AUP graduation ceremony at the Théâtre du Châtelet in Paris.

Critical Democracy Studies

Book Launch: Demos Rising, Democracy and the Popular Construction of Public Power in France, 1800–1850 (CUP, 2025)

Room: Q-609 | 6 Rue du Colonel Combes, 75007 Paris
Monday, February 9, 2026 - 18:00 to 20:00

ABSTRACT:
A political history exploring the concept of demos in the French government during the period of 1800 to 1850.
In his previous book, Demos Assembled, historian Stephen W. Sawyer offered a transatlantic account of the birth and transformation of the modern democratic state. In Demos Rising, he presents readers of political history with a prequel whose ambitious claim is that a genuine demos became possible in France only with the development of government regulation and administration. Focusing on democracy as a form of administration rather than as a form of sovereignty allows Sawyer to explore urban planning, work and private enterprise, health administration, and much more as cornerstones of a self-governing society of equals.
Examining the period between 1800 and 1850, Sawyer studies a set of thinkers who debated at length over the material problems of everyday life, sparking calls for political action and social reform in the face of conflict wreaked by deforestation, urbanization, health crises, labor relations, industrial capitalism, religious tensions, and imperial expansion. The solutions to these problems, Sawyer argues, were sought—and sometimes found—not through elections, as one might assume, but rather through the “care for all” promised by modern administrative power, regulatory intervention, and social welfare programs. By studying this profound transformation in governance, the book wagers, we can better understand the origin and meaning of democracy—even when events in our own time have thrown the concept into doubt.

BIOS:
Stephen W. Sawyer is the Ballantine-Leavitt Professor of History and director of the Center for Critical Democracy Studies at The American University of Paris (AUP). Sawyer came to AUP from the University of Chicago Center in Paris and the École Normale Supérieure where he was lecturer in the final years of his dissertation. After receiving fellowships from the EHESS, Fulbright, and Sciences Po, Sawyer served as part-time assistant to Pierre Rosanvallon at the Collège de France. He has served on the editorial board of the Annales. Histoire, Sciences Sociales and as associate editor for its English version since 2012. In 2014-15, he was named inaugural Neubauer Collegium Fellow at the University of Chicago. In 2014, he was appointed publications director of The Tocqueville Review and subsequently founded the online platform Tocqueville21 in 2017. In 2018-2019, he was named research fellow at the Center for Advanced Study in Behavioral Sciences at Stanford University. The core of his multi-volume project articulates a history and theory of democracy as a mode of popular magistrature, administration and public regulation.
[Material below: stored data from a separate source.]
@pytest.mark.parametrize("seed", range(12))
def test_bootstrap_forms_equal_sklearn_on_a_resample(seed):
    y, p, k = _case(seed, k=2 if seed % 2 else None)
    if k == 2:
        p[:, 1] = np.round(p[:, 1], 1)  # tied scores, which AUC counts as one half
        p[:, 0] = 1.0 - p[:, 1]
    idx = np.random.default_rng(seed).integers(0, y.size, y.size)
    yr, pr = y[idx], p[idx]
    pos = 1
    for name, spec in METRICS.items():
        if spec.binary_only and k != 2:
            continue
        got = stats.bootstrap_stat(name, y, p, positive=pos)(idx[None, :])[0]
        if name == "ece":
            want = expected_calibration_error(yr, pr)  # checked by hand above; no sklearn equivalent
        elif name == "roc_auc" and len(np.unique(yr)) < 2:
            assert np.isnan(got)
            continue
        else:
            want = REFERENCE[name](yr, pr.argmax(1), pr, k, pos)
        assert got == pytest.approx(want, abs=1e-12), name


def test_compute_metrics_record_matches_sklearn():
    y, p, k = _case(4, k=4, n=120)
    names = ["north", "south", "east", "west"]
    rec = compute_metrics(y, p, names, bootstrap=200)
    json.dumps(rec, allow_nan=False)  # JSON-ready: no NaN, no numpy types
    pred = p.argmax(axis=1)
    assert rec["n"] == 120 and rec["labels"] == names and rec["binary"] is False and rec["positive"] is None
    assert set(rec["metrics"]) == {n for n, s in METRICS.items() if not s.binary_only}
    for name, value in rec["metrics"].items():
        want = expected_calibration_error(y, p) if name == "ece" else REFERENCE[name](y, pred, p, k, 1)
        assert value == pytest.approx(want, abs=1e-12), name
    assert set(rec["intervals"]) == {h for h in HEADLINE if not METRICS[h].binary_only}
    assert rec["confusion"] == skm.confusion_matrix(y, pred, labels=range(k)).tolist()
    prec, rec_, f1, sup = skm.precision_recall_fscore_support(y, pred, labels=range(k), zero_division=0)
    for i, row in enumerate(rec["per_class"]):
        assert row["label"] == names[i]
        assert (row["precision"], row["recall"], row["f1"]) == pytest.approx((prec[i], rec_[i], f1[i]))
        assert row["support"] == sup[i] == int((y == i).sum())
        assert row["predicted"] == int((pred == i).sum())
    assert sum(r["count"] for r in rec["reliability"]) == 120


def test_compute_metrics_binary_positive_label():
    y, p, _ = _case(7, k=2, n=80)
    default = compute_metrics(y, p, ["ham", "spam"], bootstrap=0)
    assert default["binary"] is True and default["positive"] == "spam" and default["intervals"] == {}
    assert default["metrics"]["positive_f1"] == pytest.approx(skm.f1_score(y, p.argmax(1), pos_label=1))
    assert default["metrics"]["roc_auc"] == pytest.approx(skm.roc_auc_score(y, p[:, 1]))
    flipped = compute_metrics(y, p, ["ham", "spam"], positive="ham", bootstrap=0)
    assert flipped["positive"] == "ham"
    assert flipped["metrics"]["positive_f1"] == pytest.approx(skm.f1_score(y, p.argmax(1), pos_label=0))
    # AUC of the other class from its own column is the same number (common practice: AUC is symmetric).
    assert flipped["metrics"]["roc_auc"] == pytest.approx(default["metrics"]["roc_auc"])


def test_compute_metrics_one_gold_class_gives_none_auc():
    y = np.ones(6, dtype=int)
    p = np.tile([0.3, 0.7], (6, 1))
    rec = compute_metrics(y, p, ["no", "yes"], bootstrap=50)
    assert rec["metrics"]["roc_auc"] is None and rec["intervals"]["roc_auc"] == [None, None]
    json.dumps(rec, allow_nan=False)


def test_compute_metrics_float32_probs_raise_no_warning():
    y, p, _ = _case(3, k=3, n=50)
    with warnings.catch_warnings():
        warnings.simplefilter("error")
        compute_metrics(y, p.astype(np.float32), ["a", "b", "c"], bootstrap=20)


@pytest.mark.parametrize(
    ("y", "p", "names", "kwargs", "message"),
    [
        ([0, 1], [[0.5, 0.5], [0.2, 0.8]], ["a"], {}, "at least 2 distinct"),
        ([0, 1], [[0.5, 0.5], [0.2, 0.8]], ["a", "a"], {}, "at least 2 distinct"),
        ([0, 1], [[0.5, 0.5, 0.0], [0.2, 0.8, 0.0]], ["a", "b"], {}, r"shape \(rows, 2\)"),
        ([0], [[0.5, 0.5], [0.2, 0.8]], ["a", "b"], {}, "2 rows"),
        ([0, 1], [[0.5, 0.5], [0.2, 0.7]], ["a", "b"], {}, "probability row 1"),
        ([0, 1], [[0.5, 0.5], [np.nan, 0.8]], ["a", "b"], {}, "probability row 1"),
        ([0, 2], [[0.5, 0.5], [0.2, 0.8]], ["a", "b"], {}, "row 1 is 2"),
        ([0.0, 1.0], [[0.5, 0.5], [0.2, 0.8]], ["a", "b"], {}, "integer class indices"),
        ([0, 1], [[0.5, 0.5], [0.2, 0.8]], ["a", "b"], {"positive": "c"}, "not one of the labels"),
        ([0, 1], [[0.5, 0.5, 0], [0.2, 0.8, 0]], ["a", "b", "c"], {"positive": "b"}, "multi-class"),
        ([0, 1], [[0.5, 0.5], [0.2, 0.8]], ["a", "b"], {"bootstrap": -1}, "0 \\(off\\)"),
        ([0, 1], [[0.5, 0.5], [0.2, 0.8]], ["a", "b"], {"ci": 1.5}, "strictly between"),
    ],
)
def test_compute_metrics_rejects_bad_input(y, p, names, kwargs, message):
    with pytest.raises(HarnessError, match=message):
        compute_metrics(np.asarray(y), np.asarray(p), names, **kwargs)


def test_local_metric_without_evaluate(monkeypatch, tmp_path):
    monkeypatch.setitem(sys.modules, "evaluate", None)  # makes `import evaluate` raise ImportError
    with pytest.raises(HarnessError, match="pip install evaluate"):
        local_metric(tmp_path)


def test_local_metric_missing_folder(tmp_path):
    with pytest.raises(HarnessError, match="does not exist"):
        local_metric(tmp_path / "nowhere")


def test_local_metric_passes_the_folder_offline(monkeypatch, tmp_path):
    calls = []
    fake = types.ModuleType("evaluate")
    fake.load = lambda path: calls.append(path) or "loaded"
    monkeypatch.setitem(sys.modules, "evaluate", fake)
    monkeypatch.setenv("HF_HUB_OFFLINE", "0")  # restored after the test
    monkeypatch.setenv("HF_EVALUATE_OFFLINE", "0")
    assert local_metric(tmp_path) == "loaded"
    assert calls == [str(tmp_path)]
    assert os.environ["HF_HUB_OFFLINE"] == "1" and os.environ["HF_EVALUATE_OFFLINE"] == "1"


def test_local_metric_load_failure_is_a_harness_error(monkeypatch, tmp_path):
    def fail(path):
        raise FileNotFoundError(f"no script in {path}")

    fake = types.ModuleType("evaluate")
    fake.load = fail
    monkeypatch.setitem(sys.modules, "evaluate", fake)
    monkeypatch.setenv("HF_HUB_OFFLINE", "1")
    monkeypatch.setenv("HF_EVALUATE_OFFLINE", "1")
    with pytest.raises(HarnessError, match="could not load"):
        local_metric(tmp_path)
Quentin Deluermoz is a professor of history and director of the ECHELLES laboratory at Paris Cité University. He holds a PhD from the University of Paris-I Panthéon-Sorbonne (2006). He has taught at various universities (Paris I, EHESS, ENS, Sciences Po Paris), has been a Visiting Scholar at St John's College, Cambridge, and a guest lecturer at several universities (Open University, Universities of Tirana and Rio, Mora Institute in Mexico City, University of Mumbai, etc.). A senior lecturer at the University of Paris 13 between 2009 and 2020, and a junior member of the Institut universitaire de France between 2013 and 2018, he has been a professor of contemporary history at the University of Paris Cité since 2020. In 2024, Deluermoz was awarded the British Academy Global Professorship Award for his project "Rethinking Nineteenth-Century European Modernities" at the University of Cambridge.

Hayley J. Hooper is an Associate Professor in Law. She is also an academic affiliate of the Bonavero Institute for Human Rights. She holds an LLB from the University of Glasgow, and a Bachelor of Civil Law (BCL), MPhil in Law, and a DPhil in Law from the University of Oxford. Her teaching interests include European Union Law, Constitutional Law, and Administrative Law. Her interests are broadly within the fields of Constitutional Law and Administrative Law. Hayley is the co-author of Parliament's Secret War (Hart: Bloomsbury, 2018). This book concerns war powers in the British Constitution and offers a critical inquiry into the Westminster Parliament's role in relation to the war prerogative since the beginning of the twentieth century. Hayley is also working on a monograph on the closed material procedure, a process that facilitates the use of national security evidence in civil litigation.

Jakob Vogel is a professor of 19th- and 20th-century European history at the Centre for History at Sciences Po since April 2011. He was director of the Marc Bloch Centre in Berlin from 2018 to 2023. His research focuses on the cultural, economic, and social history of Europe, the history of science and knowledge, nationalism, military history, and European colonialism. Vogel received his doctorate from the Freie Universität Berlin in 1995 and completed his habilitation at the Technische Universität Berlin in 2005. His recent publications include collective volumes on European memory, knowledge circulation, and academic freedom.